In 1886, Thaw was married to Elma Ellsworth Dows (1861–1931), a daughter of Stephen Leland Dows and Henrietta (née Safely) Dows of Cedar Rapids, Iowa. They spent much of their time in Pittsburgh, but maintained a residence in New York at 854 Fifth Avenue (which was owned by Gov. Robert Livingston Beeckman) and, later, at 640 Park Avenue. Together, they were the parents of the following children:

- Rev. Stephen Dows Thaw (1887–1923), who married Elise Marie Stehlin of Switzerland in 1916.
- Benjamin Thaw Jr. (1888–1937), the first secretary of the American Embassy in London who married Laura Consuelo Morgan, a daughter of diplomat Harry Hays Morgan and sister to Gloria Morgan Vanderbilt, Thelma Furness, Viscountess Furness, and Harry Hays Morgan Jr.
- Henrietta Thaw (1891–1942), who married Lawrence Slade, an official of the New York Trust Company in Paris.
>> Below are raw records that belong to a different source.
import type { PlannedLog } from './listing-plan.ts';
import { type PieceKind, pieceKindWords } from './piece-kind.ts';
import { type Pattern, PATTERNS } from './saw-plan.ts';

/** How boards may be sawn, as a page offers it. Timbers and slabs have ways of their own. */
export const patternChoices: readonly { readonly value: Pattern | 'best'; readonly label: string }[] = [
  { value: 'best', label: 'as each log gives most' },
  { value: 'live', label: 'through and through' },
  { value: 'cant', label: 'round a cant' },
  { value: 'quartersawn', label: 'quartersawn' },
];

/** The pattern of an address; left to the planner when it is none. */
export const patternOf = (text: string | null): Pattern | 'best' => PATTERNS.find((pattern) => pattern === text) ?? 'best';

/** What a log of the cut list is used for: its boards, or the timbers or slabs that it was given over to. */
export function usedFor({ plan }: PlannedLog, pieces: readonly { readonly kind: PieceKind }[]): string {
  const kinds = [...new Set(plan.boards.flatMap(({ piece }) => pieces[piece]?.kind ?? []))];
  const special = kinds.filter((kind) => kind !== 'board').map((kind) => pieceKindWords[kind]);
  return special.length > 0 ? `for the cut list: ${special.join(', ')}` : 'for the cut list';
}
- William Thaw II (1893–1934), who flew with the Lafayette Escadrille, who married Marjorie Everts.
- Alexander Blair Thaw (1898–1918), who was killed while serving in the American flying forces in August 1918.

His wife died at their home in Paris in November 1931. A month after his wife's death, he sold much of the art collection she had acquired over many years. Thaw died at his home in Morewood Place in Pittsburgh on August 20, 1933. He was buried in Allegheny Cemetery.